Uhren in der Titanic, goldene Gehäuse mit Klimareglern für einen arabischen Scheich oder grosse Uhren. In Neuheim lagern im alten Zeughaus 3500 Exponate, welche die Entwicklung der Zuger Industrie dokumentieren. Eine Suche nach den Geschichten hinter der Ingenieurskunst von der Lorze.

Das Wasser fliesst die Lorze hinab. So trivial diese Erkenntnis, so wichtig ist sie für die Geschichte der Zuger Industrie. «Denn alles begann damit, dass man gemerkt hat, dass Handarbeit auch mit Hilfe der Wasserkraft erledigt werden kann», sagt Jakob Widmer, Hüter über die 3500 Exponate im Zuger Depot für Technikgeschichte im alten Zeughaus in Neuheim.

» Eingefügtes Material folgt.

"""The largest value of a real function over a band, enclosed: branch and bound with Taylor series.

The cell with the highest upper bound is looked at first. One whose slope excludes zero is
highest at an end; one whose second derivative does holds one stationary point at most, which
is refined; any other is halved. It ends when no cell reaches above what is surely attained.
"""

from __future__ import annotations

import heapq
from dataclasses import dataclass
from fractions import Fraction
from itertools import count
from typing import Any

from acsolve.algebra.ball import precision
from acsolve.algebra.taylor import (
    Cell,
    Enclosure,
    Jets,
    cells,
    enclosure,
    interval,
    point,
    refined,
    sign,
    sign_at,
)

_FLAT = 2.0**-44  # a cell over which the function varies less than this is not halved
_BITS = 256


@dataclass(frozen=True, slots=True)
class Top:
    """A place that may be the highest, with the value there.

    `stationary` where it is proven to be the one place in its cell at which the slope is
    zero; else an end of the band, or a cell that could not be told apart.
    """

    cell: Cell
    value: Any
    stationary: bool = False


@dataclass(frozen=True, slots=True)
class Summit:
    """An enclosure of the largest value, and every place that may attain it, rising.

    `value` is not finite where the function is not bounded, or the search ran out. `attained`
    is a value that the function takes somewhere, as far as it is known.
    """

    value: Any
    attained: Any
    tops: tuple[Top, ...]


def summit(jets: Jets, band: Cell, *, most: int) -> Summit:
    """The largest value over a closed band above zero; at most so many cells are looked at."""
    with precision(_BITS):
        return _climbed(jets, band, most)


def _climbed(jets: Jets, band: Cell, most: int) -> Summit:
    from flint import arb

    order = count()
    heap: list[tuple[float, int, Cell, Enclosure]] = []
    best = arb("-inf")
    tops: list[Top] = []

    def put(cell: Cell) -> None:
        over = enclosure(jets, cell)
        upper = over.value.upper() if over.value.is_finite() else arb("inf")
        heapq.heappush(heap, (-float(upper), next(order), cell, over))

    for end in (band.low, band.high):
        tops.append(_at(jets, Cell(end, end)))
        best = _higher(best, tops[-1].value)
    for cell in cells(band.low, band.high):
        put(cell)
    looked = len(heap)
    while heap:
        _, _, cell, over = heapq.heappop(heap)
        if over.value.is_finite() and over.value.upper() < best:
            continue
        found = _looked_at(jets, cell, over)
        if isinstance(found, Top):
            tops.append(found)
            best = _higher(best, found.value)
        elif found:
            looked += 2
            if looked > most:
                return Summit(arb("nan"), best, ())
            best = _higher(best, _at(jets, Cell(cell.middle, cell.middle)).value)
            for half in cell.halves():
                put(half)
    return _closed(tops, best)


def _looked_at(jets: Jets, cell: Cell, over: Enclosure) -> Top | bool:
    """A candidate; or whether the cell must be halved."""
    if over.value.is_finite() and sign(over.slope):
        return False  # highest at an end: a neighbour's, or the band's
    bend = sign(over.bend)
    if over.value.is_finite() and bend:
        first, last = (sign_at(jets, x, place=1) for x in (cell.low, cell.high))
        if first and last:
            if bend > 0 or first == last:
                return False
            return _at(jets, refined(jets, cell, -1, place=1), stationary=True)
    if cell.narrow or _flat(over.value):
        return Top(cell, over.value)
    return True


def _flat(value: Any) -> bool:
    return bool(value.is_finite() and value.rad() < value.abs_lower() * _FLAT)


def _at(jets: Jets, cell: Cell, *, stationary: bool = False) -> Top:
    """The value over a very narrow cell; second order in its width at a stationary point."""
    if cell.low == cell.high:
        return Top(cell, jets(point(cell.low), 0)[0])
    width = interval(cell)
    spread = jets(width, 2)[2] * (point(cell.high - cell.low)) ** 2
    middle = jets(point(cell.middle), 1)
    linear = middle[1] * (width - point(cell.middle))
    return Top(cell, middle[0] + linear + spread * _unit(), stationary)


def _unit() -> Any:
    """The interval from -1 to 1."""
    from flint import arb

    return arb(0, 1)


def _higher(best: Any, value: Any) -> Any:
    return value.lower() if value.is_finite() and value.lower() > best else best


def _closed(tops: list[Top], best: Any) -> Summit:
    """The places that reach as high as what is attained, and the hull of their values."""
    from flint import arb

    kept = [top for top in tops if not top.value.is_finite() or top.value.upper() >= best]
    kept.sort(key=lambda top: top.cell.low)
    if any(not top.value.is_finite() for top in kept):
        return Summit(arb("inf"), best, tuple(kept))
    upper = max((top.value.upper() for top in kept), key=_order)
    middle = (best + upper) / 2
    radius = ((upper - best) / 2).abs_upper() + middle.rad()
    return Summit(arb(middle.mid(), radius), best, tuple(kept))


def _order(ball: Any) -> Fraction:
    mantissa, exponent = ball.mid().man_exp()
    return Fraction(int(mantissa)) * Fraction(2) ** int(exponent)
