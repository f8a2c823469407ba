"""Matrices of two rows and two columns, by rows, over any ring: what two-ports multiply."""

from __future__ import annotations

from typing import Any, TypeAlias

Element: TypeAlias = Any  # a number, a vector of numbers or a ball
Matrix: TypeAlias = tuple[Element, Element, Element, Element]


def product(x: Matrix, y: Matrix) -> Matrix:
    """The product x·y."""
    a, b, c, d = x
    e, f, g, h = y
    return a * e + b * g, a * f + b * h, c * e + d * g, c * f + d * h


def total(first: Matrix, *others: Matrix) -> Matrix:
    """The sum of some matrices."""
    a, b, c, d = first
    for other in others:
        a, b, c, d = a + other[0], b + other[1], c + other[2], d + other[3]
    return a, b, c, d


def times(x: Matrix, factor: Element) -> Matrix:
    """A matrix times a number of the ring."""
    return x[0] * factor, x[1] * factor, x[2] * factor, x[3] * factor
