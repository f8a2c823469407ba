"""The sign of life on standard error."""

from __future__ import annotations

import io
import time

from acsolve.cli import progress


class Terminal(io.StringIO):
    """A stream that calls itself a terminal."""

    def isatty(self) -> bool:
        """Always."""
        return True


def test_long_work_shows_itself_on_a_terminal(monkeypatch):
    """After a while the work is named, and wiped away at its end."""
    stream = Terminal()
    monkeypatch.setattr("sys.stderr", stream)
    monkeypatch.setattr(progress, "_PATIENCE", 0.01)
    with progress.progress("counting"):
        time.sleep(0.2)
    assert "acsolve: counting, 0 s" in stream.getvalue()
    assert stream.getvalue().endswith("\r")


def test_short_work_shows_nothing(monkeypatch):
    """Work that is done at once writes nothing."""
    stream = Terminal()
    monkeypatch.setattr("sys.stderr", stream)
    with progress.progress("counting"):
        pass
    assert stream.getvalue() == ""


def test_nothing_is_shown_in_a_pipe(monkeypatch):
    """Where standard error is no terminal nothing is written, however long it lasts."""
    stream = io.StringIO()
    monkeypatch.setattr("sys.stderr", stream)
    monkeypatch.setattr(progress, "_PATIENCE", 0.01)
    with progress.progress("counting"):
        time.sleep(0.05)
    assert stream.getvalue() == ""
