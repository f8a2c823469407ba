"""Multivariate polynomials with exact integer coefficients, and ratios of them.

A `Ring` names its generators; elements are python-flint's `fmpz_mpoly`. A generator may
stand for a root of a quantity (`L1**(1/2)`, so that sqrt(L1·L2) is exact) or for the square
root of a prime, whose square is reduced.
"""

from __future__ import annotations

from collections.abc import Iterable, Sequence
from dataclasses import dataclass
from fractions import Fraction
from functools import reduce
from math import gcd as integer_gcd
from random import Random
from typing import Any, TypeAlias

import flint

Polynomial: TypeAlias = Any  # flint.fmpz_mpoly, which has no type stubs


@dataclass(frozen=True, slots=True)
class Ring:
    """Integer polynomials in named generators, in a fixed order.

    `squares` maps the index of a generator to the integer its square equals.
    """

    names: tuple[str, ...]
    squares: tuple[tuple[int, int], ...] = ()

    @property
    def context(self) -> Any:
        """The library's context of this ring (cached there)."""
        return flint.fmpz_mpoly_ctx.get(self.names or ("_",), "degrevlex")

    def constant(self, value: int) -> Polynomial:
        """An integer as an element."""
        return self.context.constant(value)

    def generator(self, index: int) -> Polynomial:
        """The generator at an index."""
        return self.context.gen(index)

    def reduced(self, polynomial: Polynomial) -> Polynomial:
        """The polynomial with squares of root generators replaced by their integers."""
        for index, square in self.squares:
            if polynomial.degrees()[index] > 1:
                polynomial = polynomial % (self.generator(index) ** 2 - square)
        return polynomial

    def by_power(self, polynomial: Polynomial, index: int) -> dict[int, Polynomial]:
        """The coefficients of the powers of one generator: exponent -> polynomial."""
        groups: dict[int, dict[tuple[int, ...], Any]] = {}
        for exponents, coefficient in polynomial.terms():
            rest = (*exponents[:index], 0, *exponents[index + 1 :])
            groups.setdefault(int(exponents[index]), {})[rest] = coefficient
        return {
            exponent: self.context.from_dict(terms) for exponent, terms in sorted(groups.items())
        }


def common_denominator(ring: Ring, denominators: Iterable[Polynomial]) -> Polynomial:
    """The least common multiple of some polynomials."""
    return reduce(_lcm, denominators, ring.constant(1))


def _lcm(left: Polynomial, right: Polynomial) -> Polynomial:
    if right.is_one():
        return left
    return left * (right / left.gcd(right))


def content(polynomial: Polynomial) -> int:
    """The greatest common divisor of the integer coefficients."""
    common = 0
    for coefficient in polynomial.coeffs():
        common = integer_gcd(common, int(coefficient))
        if common == 1:
            break
    return common


def cancel(
    ring: Ring, numerator: Polynomial, denominator: Polynomial
) -> tuple[Polynomial, Polynomial]:
    """Numerator and denominator without their common factor.

    A univariate image at random integers tells first whether there can be one, which is
    cheap and never wrong in the direction that matters: a common factor of positive degree
    in a variable divides every image in which it does not vanish, so images coprime in
    every shared variable leave only an integer to remove.
    """
    if numerator == 0:
        return numerator, ring.constant(1)
    if _may_share(ring, numerator, denominator):
        common = numerator.gcd(denominator)
        return numerator / common, denominator / common
    common_integer = integer_gcd(content(numerator), content(denominator))
    if common_integer > 1:
        return numerator / common_integer, denominator / common_integer
    return numerator, denominator


_FEW_TERMS = 64  # below this the full gcd is as fast as the test (empirical)


def _may_share(ring: Ring, numerator: Polynomial, denominator: Polynomial) -> bool:
    if numerator.is_constant() or denominator.is_constant():
        return False
    if len(numerator) * len(denominator) < _FEW_TERMS**2:
        return True
    shared = [
        index
        for index, (first, second) in enumerate(
            zip(numerator.degrees(), denominator.degrees(), strict=True)
        )
        if first and second
    ]
    random = Random(len(numerator))  # noqa: S311 - a fixed seed: same input, same work
    points = [random.randrange(1 << 20, 1 << 21) for _ in ring.names]
    return any(_images_share(ring, numerator, denominator, index, points) for index in shared)


def _images_share(
    ring: Ring, first: Polynomial, second: Polynomial, index: int, points: Sequence[int]
) -> bool:
    others = {name: points[place] for place, name in enumerate(ring.names) if place != index}
    images = [polynomial.subs(others) for polynomial in (first, second)]
    for polynomial, image in zip((first, second), images, strict=True):
        if image.degrees()[index] < polynomial.degrees()[index]:
            return True  # the leading coefficient vanished here: this image proves nothing
    return bool(images[0].gcd(images[1]).degrees()[index] > 0)


def positive(
    numerator: Polynomial, denominator: Polynomial, leading: Polynomial
) -> tuple[Polynomial, Polynomial]:
    """Both with the sign that makes the coefficient part `leading` of the denominator positive.

    "Positive" means: more positive than negative terms, the first term deciding a draw.
    """
    signs = [1 if coefficient > 0 else -1 for coefficient in leading.coeffs()]
    if not signs:
        return numerator, denominator
    total = sum(signs) or signs[0]
    return (numerator, denominator) if total > 0 else (-numerator, -denominator)


def univariate(polynomial: Polynomial, index: int | None) -> list[Fraction] | None:
    """Coefficients by rising power of one generator (None: of none), or None if others occur."""
    coefficients: dict[int, Fraction] = {}
    for exponents, coefficient in polynomial.terms():
        if any(exponent for place, exponent in enumerate(exponents) if place != index):
            return None
        power = 0 if index is None else int(exponents[index])
        coefficients[power] = Fraction(int(coefficient))
    if not coefficients:
        return []
    return [coefficients.get(power, Fraction(0)) for power in range(max(coefficients) + 1)]
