"""Ratios of polynomials times the transform of what drives them: a step, a sine from 0 on."""

from __future__ import annotations

from collections.abc import Callable, Sequence
from dataclasses import replace
from typing import Any

from acsolve.algebra.ball import precision
from acsolve.algebra.residue import Balls, Factor, Ratio, around, quotient


def over_s(ratio: Ratio) -> Ratio:
    """The ratio divided by s, which is cancelled where the numerator has a root zero."""
    if ratio.lowest:
        return replace(
            ratio,
            numerator=lambda: list(ratio.numerator())[1:],
            degrees=(ratio.degrees[0] - 1, ratio.degrees[1]),
            lowest=ratio.lowest - 1,
        )
    return replace(
        ratio,
        denominator=lambda: [0, *ratio.denominator()],
        zeros=ratio.zeros + 1,
        degrees=(ratio.degrees[0], ratio.degrees[1] + 1),
    )


def times_sine(ratio: Ratio, omega: Callable[[], Any]) -> Ratio:
    """The ratio times omega/(s² + omega²), the transform of sin(omega·t).

    A factor that has the root j·omega to as many digits as can be told is taken to have it.
    """
    factors: list[Factor] = []
    multiplicity = 1
    for factor in ratio.factors:
        rest = _without(factor, omega) if factor.mirrored else factor
        multiplicity += factor.multiplicity if rest is not factor else 0
        factors += [rest] if rest is not None else []
    sine = Factor(coefficients=_line(omega), multiplicity=multiplicity, mirrored=True)
    return Ratio(
        numerator=lambda: [item * omega() for item in ratio.numerator()],
        denominator=lambda: _product(ratio.denominator(), sine.coefficients()),
        zeros=ratio.zeros,
        factors=(*factors, sine),
        degrees=(ratio.degrees[0], ratio.degrees[1] + 2),
        lowest=ratio.lowest,
    )


def _line(omega: Callable[[], Any]) -> Balls:
    from flint import arb

    return lambda: [omega() ** 2, arb(0), arb(1)]


_ALIKE = 1024  # bits to which a root is compared with j·omega


def _without(factor: Factor, omega: Callable[[], Any]) -> Factor | None:
    """The factor divided by s² + omega² where that is a factor of it; None where it is all."""
    from flint import acb

    with precision(_ALIKE):
        if not around(factor.coefficients(), acb(0, omega()), 1)[0].contains(0):
            return factor
        if len(factor.coefficients()) == len(_line(omega)()):
            return None
    return Factor(
        coefficients=lambda: quotient(factor.coefficients(), _line(omega)()),
        multiplicity=factor.multiplicity,
        mirrored=True,
    )


def _product(first: Sequence[Any], second: Sequence[Any]) -> list[Any]:
    from flint import arb

    found = [arb(0)] * (len(first) + len(second) - 1)
    for i, a in enumerate(first):
        for j, b in enumerate(second):
            found[i + j] = found[i + j] + a * b
    return found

Am Samstag ist ein Teil der Sammlung, die durch den Verein Industriepfad Lorze verwaltet wird, am Tag der offenen Tür erstmals der Öffentlichkeit zugänglich. Wegen Corona in einer etwas reduzierten Form. Wir erhalten vorab eine Führung von Jakob Widmer. Der pensionierte Mitarbeiter von Landis & Gyr und ein Team von Helfern haben es sich zur Aufgabe gemacht, die Sammlung zu dokumentieren, die zu grossen Teilen aus einer Schenkung seines ehemaligen Arbeitgebers besteht.

Mit dabei ist auch Ulrich Straub, Enkel des Landis-&-Gyr-Gründers Karl Heinrich Gyr und Präsident des Vereins Industriepfad Lorze. Er holt gerade einige Ausstellungsstücke aus dem Kofferraum seines Autos: Wollstücke und Fadenspulen der ehemaligen Spinnerei, die er in letzter Minute organisieren konnte.

Die Spinnerei in Aegeri sei einer der ersten Industriebetriebe gewesen, die beim Herstellen von Garn von Manufaktur auf Automation durch Wasserkraft setzten, führt Jakob Widmer aus. «Auch die Papieri in Cham gehörte zu den Pionieren der Zuger Industrie entlang der Lorze.»

Vom Glühbirnen-Zählen zum Nachttarif

Nachdem die Wasserräder Ende des 19. Jahrhunderts durch Strom ersetzt worden waren, stieg der Bedarf, die genutzte Strommenge korrekt zu zählen. Das ist die Geburtsstunde von Landis & Gyr. Denn je mehr Geräte mit Elektrizität betrieben wurden, desto raffiniertere Methoden waren zur Messung des Stromverbrauchs erforderlich.

Wurde zunächst anhand der Glühbirnen ermittelt, wie viel Strom ein Haushalt oder Geschäft brauchte, wurde später mit Zeitschaltuhren und schliesslich mit modernster Elektrotechnik und smarten Apparaten immer präziseres Strommanagement betrieben. Der Bedarf der Industrie und später der Haushalte für Stromzähler war – und ist – riesig.

Kochgeschirr, Nahrungsmittel und Uhren

Entlang der Lorze entwickelte sich zeitgleich eine vielfältige Industrie: Oberflächenbehandlungen, Kochgeschirr, Nahrungsmittel, Papier, Textilien, Möbel und sogar Geigerzähler. «Zeitweise hätte man kaum Waren nach Zug importieren müssen, wir wären autark gewesen», resümiert Ulrich Straub. Wo genau die Innovationskraft an der Lorze herkam, vermag Straub indes nicht zu sagen. Tatsache aber ist, dass der Zuger Erfindergeist weltweit Spitze war und stetig weitere Innovationen erbrachte, so wie das Wasser die Lorze hinab floss.

Sogar nautische Uhren gehörten schliesslich zum Portfolio der Zuger, weil man bei Landis & Gyr Technologie einkaufte, um die eigenen Messgeräte präziser zu machen. Eine baugleiche Version eines Ausstellungsstücks sorgte etwa für die Zeitmessung im Empire State Building und mehrere davon versanken gar mit der Titanic, wie Widmer weiss.

Ulrich Straub ist es dabei ein Anliegen, dass auch künftig noch mehr Exponate ins Schaulager kommen. Doch nun freut er sich, die bestehenden sichtbar zu machen: Etwa die grossen Fabrikuhren von Inducta, ein frühes Strommessgerät aus Frankreich oder die Wasserstandsmessgeräte der Firma Rittmeyer. Auch eine Maschine aus Steinhausen hätten Straub und Widmer gerne im Schaulager: Eine fingierte Chiffriermaschine der Crypto konnten sie allerdings bislang nicht auftreiben.